# What you are asked to do
The line containing "import org.junit.jupiter.api.io.TempDir;" marks the end; copy exactly all lines from the start of the material up to and including it.

# Extracted data
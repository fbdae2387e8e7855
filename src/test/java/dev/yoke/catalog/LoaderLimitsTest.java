package dev.yoke.catalog;

import static org.junit.jupiter.api.Assertions.assertEquals;
import static org.junit.jupiter.api.Assertions.assertThrows;
import static org.junit.jupiter.api.Assertions.assertTrue;

import java.io.IOException;
import java.nio.file.Files;
import java.nio.file.Path;
import java.util.List;
import org.junit.jupiter.api.Test;
import org.junit.jupiter.api.io.TempDir;

/** The loader's defences against hostile files: each refused with a located message, none expanded or parsed at length. */
class LoaderLimitsTest {

    @TempDir
    Path folder;

    @Test
    void veryLongLineIsRefusedBeforeParsing() throws IOException {
        Files.writeString(folder.resolve("long.yaml"), "motors:\n  - id: " + "a".repeat(3_000_000) + "\n");
        Problem p = onlyProblem();
        assertEquals(2, p.line());
        assertTrue(p.message().contains("characters long"), p.message());
    }

    @Test
    void aliasesAreRefusedSoNothingExpands() throws IOException {
        StringBuilder laughs = new StringBuilder("a0: &a0 [x, x, x, x, x, x, x, x, x]\n");
        for (int i = 1; i < 10; i++) {
            laughs.append("a").append(i).append(": &a").append(i).append(" [")
                    .append(String.join(", ", java.util.Collections.nCopies(9, "*a" + (i - 1)))).append("]\n");
        }
        Files.writeString(folder.resolve("laughs.yaml"), laughs + "motors: *a9\n");
        InputException e = assertThrows(InputException.class, () -> CatalogLoader.load(folder));
        assertTrue(e.getMessage().contains("alias"), e.getMessage());
    }

    @Test
    void deepNestingIsRefused() throws IOException {
        Files.writeString(folder.resolve("deep.yaml"), "motors: " + "[".repeat(2000) + "]".repeat(2000) + "\n");
        InputException e = assertThrows(InputException.class, () -> CatalogLoader.load(folder));
        Problem p = e.errors().get(0);
        assertEquals(1, p.line());
        assertTrue(p.message().contains("nested"), p.message());
    }

    @Test
    void oversizedFileIsRefusedWithoutParsing() throws IOException {
        Files.write(folder.resolve("huge.yaml"), new byte[YamlReader.MAX_FILE_BYTES + 1]);
        assertTrue(onlyProblem().message().contains("MB"));
    }

    private Problem onlyProblem() {
        InputException e = assertThrows(InputException.class, () -> CatalogLoader.load(folder));
        List<Problem> errors = e.errors();
        assertEquals(1, errors.size(), errors.toString());
        return errors.get(0);
    }
}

# Your solution
repository fbdae2387e8e7855
filename src/test/java/dev/yoke/catalog/LoaderLimitsTest.java
package dev.yoke.catalog;

import static org.junit.jupiter.api.Assertions.assertEquals;
import static org.junit.jupiter.api.Assertions.assertThrows;
import static org.junit.jupiter.api.Assertions.assertTrue;

import java.io.IOException;
import java.nio.file.Files;
import java.nio.file.Path;
import java.util.List;
import org.junit.jupiter.api.Test;
import org.junit.jupiter.api.io.TempDir;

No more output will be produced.